NHS Trust introduces first “menopause passports”

“Menopause passports” are now being offered to staff at the University Hospitals Birmingham Foundation Trust – a first for the NHS

The first “menopause passports” have been introduced to an NHS trust in the UK, allowing women to wear lighter, more breathable uniforms to ease symptoms of menopause.

The University Hospitals Birmingham Foundation Trust is the first NHS trust to offer staff menopause passports after Wendy Madden, a nurse at the hospital, coined the idea.
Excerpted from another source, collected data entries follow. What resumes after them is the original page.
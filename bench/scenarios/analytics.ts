/**
 * Analytics: a lab's history at scale, then the two read paths managers and operators wait on.
 *
 * Seed (timed separately, not part of the numbers):
 *   - `lots` lots of `devicesPerLot` devices, each lot on its own finished run with readings at 5
 *     read points (0, 96, 168, 500, 1000 h) — the demo seed's own generator (insertHistoryRun), so
 *     drift, spread, failures and first-failure marks look like real data; lots spread over
 *     `EMBERLOT_BENCH_LOT_TYPES` device types (default 1: every lot is judged against all the
 *     others of its part, the heaviest case for the lot analysis);
 *   - a history rig (BH-01, 64 sockets) with one message every 5 s for 22 h: 16,000 messages,
 *     1.02 M socket samples and their per-minute rollups, written set-wise in SQL with the same
 *     rollup arithmetic as the ingest (n, Σ, min, max, Σ I, last stress clock per rig/socket/minute).
 *     The ingest scenario's rows (millions more) stay in the same tables.
 * Timed (sequential requests after 3 warm-ups each, 40 per path or as many as fit in 30 s but at
 * least 10; p95 by nearest rank):
 *   lotDriftP95Ms   GET /api/analytics/lots/:lotId as manager, lots taken in turn (the part's
 *                   analysis is cached until its data changes, so these are warm reads)
 *   chartQueryP95Ms GET /api/floor/rigs/BH-01/chart over the whole 22 h span, 300 points (rollups)
 *   chartRawP95Ms   the same chart over its last 30 min (raw samples; extra)
 * The lot page's uncached paths (extras, same request, the data touched just before each one):
 *   lotDriftFirstMs          the very first lot request after seeding (nothing cached, server code
 *                            not yet optimised by V8)
 *   lotDriftColdP95Ms        after a no-op UPDATE of one of the lot's measurements: a new row version,
 *                            as an upload makes, so the part's whole analysis is rebuilt (same answer)
 *   lotDriftRunUpdateP95Ms   after a no-op UPDATE of the lot's run, as the run engine's hour accrual
 *                            makes while a run stresses: cached figures, verdicts judged again
 */
import { randomUUID } from 'node:crypto';
import { In } from 'typeorm';
import { DeviceEntity, DeviceTypeEntity, LotEntity, StressPlanEntity, UserEntity } from '../../server/db/entities';
import { DEMO_USERS } from '../../server/seed/demo-data';
import { insertHistoryRun } from '../../server/seed/seed-history';
import type { BenchEnv } from '../lib/environment';
import { getJson, percentile, round, signIn } from '../lib/http';
import { SETTINGS } from '../lib/settings';

export interface AnalyticsResult {
  lots: number;
  devicesPerLot: number;
  readPoints: number;
  lotDriftP95Ms: number;
  chartQueryP95Ms: number;
  [extra: string]: unknown;
}

const READ_POINTS_H = [0, 96, 168, 500, 1000];
const HISTORY_PERIOD_S = 5;
const HISTORY_SOCKETS = 64;
const H = 3600_000;

async function seedLots(b: BenchEnv, lots: number, perLot: number, typeCount: number): Promise<string[]> {
  const m = b.ds.manager;
  const types = (await m.find(DeviceTypeEntity, { order: { partNumber: 'ASC' } }))
    .filter((t) => t.partNumber !== 'HPD-T220N')
    .slice(0, Math.max(1, typeCount));
  const engineer = await m.findOne(UserEntity, { where: { role: 'engineer' } });
  // One 5-read-point plan per type, copied from the type's demo plan.
  const plans = new Map<string, StressPlanEntity>();
  for (const t of types) {
    const base = (await m.find(StressPlanEntity, { where: { deviceTypeId: t.id, current: true }, order: { createdAt: 'ASC' } })).find(
      (p) => !/draft/i.test(p.name),
    );
    if (!base) throw new Error(`no demo plan for ${t.partNumber}`);
    const { id: _id, createdAt: _c, ...rest } = base;
    const plan = await m.save(
      m.create(StressPlanEntity, {
        ...rest,
        planKey: randomUUID(),
        version: 1,
        name: `${base.name} — 5 read points (bench)`,
        readPointsH: READ_POINTS_H,
        durationH: 1000,
        sampleSize: perLot,
        acceptNumber: 0,
      }),
    );
    plans.set(t.id, plan);
  }
  const lotIds: string[] = [];
  const now = Date.now();
  const chunk = 10;
  for (let first = 0; first < lots; first += chunk) {
    await b.ds.transaction(async (tm) => {
      for (let k = first; k < Math.min(lots, first + chunk); k++) {
        const type = types[k % types.length];
        const code = `BL-${String(k + 1).padStart(4, '0')}`;
        const lot = await tm.save(
          tm.create(LotEntity, {
            code,
            deviceTypeId: type.id,
            quantity: 2000,
            dateCode: `26${String(1 + (k % 12)).padStart(2, '0')}`,
            notes: 'Bench lot',
          }),
        );
        const serials = Array.from({ length: perLot }, (_, i) => `S${String(i + 1).padStart(4, '0')}`);
        const ins = await tm.insert(
          DeviceEntity,
          serials.map((serial) => ({ lotId: lot.id, serial })),
        );
        const devices = ins.identifiers.map((idf, i) => ({ id: idf.id as string, lotId: lot.id, serial: serials[i] }) as DeviceEntity);
        // Most lots drift a little; every 9th drifts hard (flagged against its sister lots).
        const hard = k % 9 === 4;
        const drift = { hfeDriftPctPer1000h: hard ? -14 : -1 - (k % 5) * 0.6, leakageGrowthPer1000h: hard ? 3.8 : 1.05 + (k % 4) * 0.08 };
        const failures =
          k % 7 === 3
            ? [
                { serial: 'S0007', atH: 1000, mode: 'leakage' as const },
                { serial: 'S0019', atH: 500, mode: 'gain' as const },
              ]
            : undefined;
        await insertHistoryRun(tm, {
          code: `BR-${String(k + 1).padStart(4, '0')}`,
          plan: plans.get(type.id)!,
          deviceType: type,
          rig: null,
          lots: [{ lot, devices, drift }],
          state: 'finished',
          startedAt: new Date(now - (400 - k) * 24 * H),
          stressHours: 1000,
          measuredH: READ_POINTS_H,
          failures,
          createdById: engineer?.id ?? null,
        });
        lotIds.push(lot.id);
      }
    });
  }
  return lotIds;
}

/** 16,000 messages × 64 sockets one every 5 s, ending now; rollups derived in SQL like the ingest's. */
async function seedHistoryRig(b: BenchEnv, messages: number): Promise<{ code: string; from: Date; to: Date; samples: number }> {
  const code = 'BH-01';
  const to = new Date(Math.floor(Date.now() / 60_000) * 60_000);
  const from = new Date(to.getTime() - messages * HISTORY_PERIOD_S * 1000);
  const client = await b.pool.connect();
  try {
    await client.query('BEGIN');
    const {
      rows: [rig],
    } = await client.query(
      `INSERT INTO rigs (code, name, location, socket_count, max_temp_c, max_voltage_v, mqtt_username, mqtt_secret_hash, credentials_issued_at, last_seq, chamber_c, setpoint_c, last_seen_at)
       VALUES ($1, 'History bench rig', 'Bench bay H', $2, 200, 100, 'rig-bh-01', 'no-login', now(), $3, 125, 125, $4) RETURNING id`,
      [code, HISTORY_SOCKETS, messages, to],
    );
    // One row per message with its sockets as arrays (migration 1828…).
    await client.query(
      `INSERT INTO telemetry_batches (rig_id, seq, ts, stress_clock_s, chamber_c, humidity_pct, setpoint_c, stored_at, socket, case_c, v_v, i_a, flags)
       SELECT $1, g, $2::timestamptz + (g - 1) * make_interval(secs => $3), (g - 1) * $3, 125 + 0.4 * sin(g / 97.0), NULL, 125,
              $2::timestamptz + (g - 1) * make_interval(secs => $3) + interval '150 milliseconds',
              ARRAY(SELECT s::smallint FROM generate_series(0, $5::int - 1) s),
              ARRAY(SELECT (131 + s * 0.05 + 1.5 * sin(g / 211.0 + s) + 0.2 * sin(g * 1.7 + s))::real FROM generate_series(0, $5::int - 1) s),
              array_fill(20::real, ARRAY[$5::int]),
              ARRAY(SELECT 0.3 + s * 0.0005 + 0.002 * sin(g / 50.0) FROM generate_series(0, $5::int - 1) s),
              array_fill(1::smallint, ARRAY[$5::int])
         FROM generate_series(1, $4::int) g`,
      [rig.id, from, HISTORY_PERIOD_S, messages, HISTORY_SOCKETS],
    );
    // Fresh statistics first: without them the planner takes the new rows for a handful.
    await client.query('ANALYZE telemetry_batches');
    await client.query(
      `INSERT INTO telemetry_rollups (rig_id, socket, minute, n, sum_c, min_c, max_c, sum_ia, stress_clock_s)
       SELECT b.rig_id, s.socket, date_trunc('minute', b.ts), count(*), sum(s.case_c), min(s.case_c), max(s.case_c), sum(s.i_a), max(b.stress_clock_s)
         FROM telemetry_batches b CROSS JOIN LATERAL unnest(b.socket, b.case_c, b.i_a) AS s(socket, case_c, i_a)
        WHERE b.rig_id = $1 GROUP BY 1, 2, 3
       UNION ALL
       SELECT b.rig_id, -1, date_trunc('minute', b.ts), count(*), sum(b.chamber_c), min(b.chamber_c), max(b.chamber_c), 0, max(b.stress_clock_s)
         FROM telemetry_batches b WHERE b.rig_id = $1 GROUP BY 1, 2, 3`,
      [rig.id],
    );
    await client.query(
      `INSERT INTO telemetry_hourly (rig_id, socket, hour, n, sum_c, min_c, max_c, sum_ia, stress_clock_s)
       SELECT rig_id, socket, date_trunc('hour', minute), sum(n), sum(sum_c), min(min_c), max(max_c), sum(sum_ia), max(stress_clock_s)
         FROM telemetry_rollups WHERE rig_id = $1 GROUP BY 1, 2, 3`,
      [rig.id],
    );
    await client.query('COMMIT');
    await client.query('ANALYZE telemetry_rollups');
  } catch (e) {
    await client.query('ROLLBACK').catch(() => undefined);
    throw e;
  } finally {
    client.release();
  }
  return { code, from, to: new Date(to.getTime() + 1000), samples: messages * HISTORY_SOCKETS };
}

/**
 * Sequential timed GETs, each right after `touch(k)` (untimed) changes what the request reads: `n`
 * of them, or fewer (at least 10) when they take over `budgetS`.
 */
async function timeAfterTouch(
  n: number,
  touch: (k: number) => Promise<unknown>,
  url: (k: number) => string,
  cookie: string,
  budgetS: number,
): Promise<number[]> {
  const ms: number[] = [];
  const until = Date.now() + budgetS * 1000;
  for (let k = 0; k < n && (k < 10 || Date.now() < until); k++) {
    await touch(k);
    ms.push((await getJson(url(k), cookie)).ms);
  }
  return ms;
}

/** Sequential timed GETs after 3 warm-ups: `n` of them, or fewer (at least 10) when they take over `budgetS`. */
export async function timeRequests(n: number, url: (k: number) => string, cookie: string, budgetS: number): Promise<number[]> {
  for (let k = 0; k < 3; k++) await getJson(url(k), cookie);
  const ms: number[] = [];
  const until = Date.now() + budgetS * 1000;
  for (let k = 0; k < n && (k < 10 || Date.now() < until); k++) ms.push((await getJson(url(k + 3), cookie)).ms);
  return ms;
}

export async function runAnalytics(b: BenchEnv, log: (l: string) => void): Promise<AnalyticsResult> {
  const a = SETTINGS.analytics;
  const typeCount = Number(process.env.EMBERLOT_BENCH_LOT_TYPES ?? 1);
  let t = Date.now();
  const lotIds = await seedLots(b, a.lots, a.devicesPerLot, typeCount);
  const seedLotsS = (Date.now() - t) / 1000;
  t = Date.now();
  const hist = await seedHistoryRig(b, a.historyMessages);
  const seedHistoryS = (Date.now() - t) / 1000;
  const counts = (
    await b.pool.query(
      `SELECT (SELECT count(*) FROM measurements m JOIN devices d ON d.id = m.device_id JOIN lots l ON l.id = d.lot_id WHERE l.code LIKE 'BL-%') AS readings,
              (SELECT count(*) FROM telemetry_samples) AS samples, (SELECT count(*) FROM telemetry_rollups) AS rollups`,
    )
  ).rows[0];
  log(
    `  seeded ${a.lots} lots (${counts.readings} readings) in ${seedLotsS.toFixed(1)} s, history rig ${hist.samples} samples in ${seedHistoryS.toFixed(1)} s; telemetry_samples holds ${counts.samples} rows`,
  );

  const mgr = DEMO_USERS.find((u) => u.role === 'manager')!;
  const cookie = await signIn(b.baseUrl, mgr.email, mgr.password);
  const lotUrl = (k: number) => `${b.baseUrl}/api/analytics/lots/${lotIds[k % lotIds.length]}`;
  const first = await getJson(lotUrl(0), cookie);
  const drift = await timeRequests(a.requests, lotUrl, cookie, a.budgetS);
  // Values rewritten unchanged: the analysis answers the same, but the rows have new versions.
  const touchMeasurement = (k: number) =>
    b.pool.query(
      `UPDATE measurements SET hfe = hfe WHERE id = (SELECT m.id FROM measurements m JOIN devices d ON d.id = m.device_id WHERE d.lot_id = $1 LIMIT 1)`,
      [lotIds[k % lotIds.length]],
    );
  const touchRun = (k: number) =>
    b.pool.query(`UPDATE runs SET stress_hours = stress_hours WHERE id IN (SELECT run_id FROM run_lots WHERE lot_id = $1)`, [
      lotIds[k % lotIds.length],
    ]);
  const cold = await timeAfterTouch(Math.min(a.requests, 20), touchMeasurement, lotUrl, cookie, a.budgetS);
  const runUpdate = await timeAfterTouch(Math.min(a.requests, 20), touchRun, lotUrl, cookie, a.budgetS);
  const span = `from=${encodeURIComponent(hist.from.toISOString())}&to=${encodeURIComponent(hist.to.toISOString())}&points=300`;
  const chartUrl = `${b.baseUrl}/api/floor/rigs/${hist.code}/chart?${span}`;
  const sample = await getJson<{ source: string; chamber: unknown[]; sockets: Array<{ points: unknown[] }> }>(chartUrl, cookie);
  const chart = await timeRequests(a.requests, () => chartUrl, cookie, a.budgetS);
  const rawFrom = new Date(hist.to.getTime() - 30 * 60_000);
  const rawUrl = `${b.baseUrl}/api/floor/rigs/${hist.code}/chart?from=${encodeURIComponent(rawFrom.toISOString())}&to=${encodeURIComponent(hist.to.toISOString())}&points=300`;
  const raw = await timeRequests(a.requests, () => rawUrl, cookie, a.budgetS);
  const lotTypes = (await b.ds.getRepository(LotEntity).find({ where: { id: In(lotIds) } })).reduce(
    (s, l) => s.add(l.deviceTypeId),
    new Set<string>(),
  ).size;
  return {
    lots: lotIds.length,
    devicesPerLot: a.devicesPerLot,
    readPoints: READ_POINTS_H.length,
    lotDriftP95Ms: round(percentile(drift, 95), 1),
    chartQueryP95Ms: round(percentile(chart, 95), 1),
    lotDriftP50Ms: round(percentile(drift, 50), 1),
    chartQueryP50Ms: round(percentile(chart, 50), 1),
    chartRawP95Ms: round(percentile(raw, 95), 1),
    lotDriftRequests: drift.length,
    lotDriftFirstMs: round(first.ms, 1),
    lotDriftColdP95Ms: round(percentile(cold, 95), 1),
    lotDriftColdP50Ms: round(percentile(cold, 50), 1),
    lotDriftColdRequests: cold.length,
    lotDriftRunUpdateP95Ms: round(percentile(runUpdate, 95), 1),
    lotDriftRunUpdateP50Ms: round(percentile(runUpdate, 50), 1),
    chartRequests: chart.length,
    lotDeviceTypes: lotTypes,
    readings: Number(counts.readings),
    telemetrySamples: Number(counts.samples),
    historyRigSamples: hist.samples,
    chartSpanHours: round((hist.to.getTime() - hist.from.getTime()) / H, 1),
    chartSource: sample.body.source,
    chartPointsPerSeries: sample.body.chamber.length,
    seedSeconds: round(seedLotsS + seedHistoryS, 1),
  };
}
The hospital employs 18,000 women, 5,000 of whom are over 50.

What are menopause passports?

Employees that notify their managers that they are going through perimenopause or menopause will be provided with documents outlining the training and support available to them.

They will be given access to a symptom tracker, and have the option of meeting with their manager to discuss amendments that can be made to make their working environment more comfortable. This could include changing shift patterns or having access to fans or breathable uniforms. 

“It makes sense that we put time and effort into making sure that [women at the trust], and future generations, have the support they need to be happy and comfortable at work, ensuring we retain their immense skills and expertise,” said Cathi Shovlin, chief people officer at the trust.

Who is Wendy Madden?

Wendy Madden is a nurse at The University Hospitals Birmingham Foundation Trust who first experienced menopause symptoms at 45. These included irregular periods, mood swings, anxiety and brain fog, to name a few.

“The menopause passport came about because I wanted to use my experience to help make sure that women can talk openly, with confidence about their symptoms, and to get the support that they need,” Wendy says.

“Coming to work was a real struggle and when I got home I was so tired I would go straight to bed. I thought all women went through the same thing, so I just didn’t say anything to anybody.

“It wasn’t until the symptoms were so bad, that I felt I had no quality of life that I got help from my doctor. HRT made a world of difference, but I was still missing someone to talk to. It wasn’t long afterwards that I became chair of the trust’s Women’s Staff Network, and I began work on the passport.”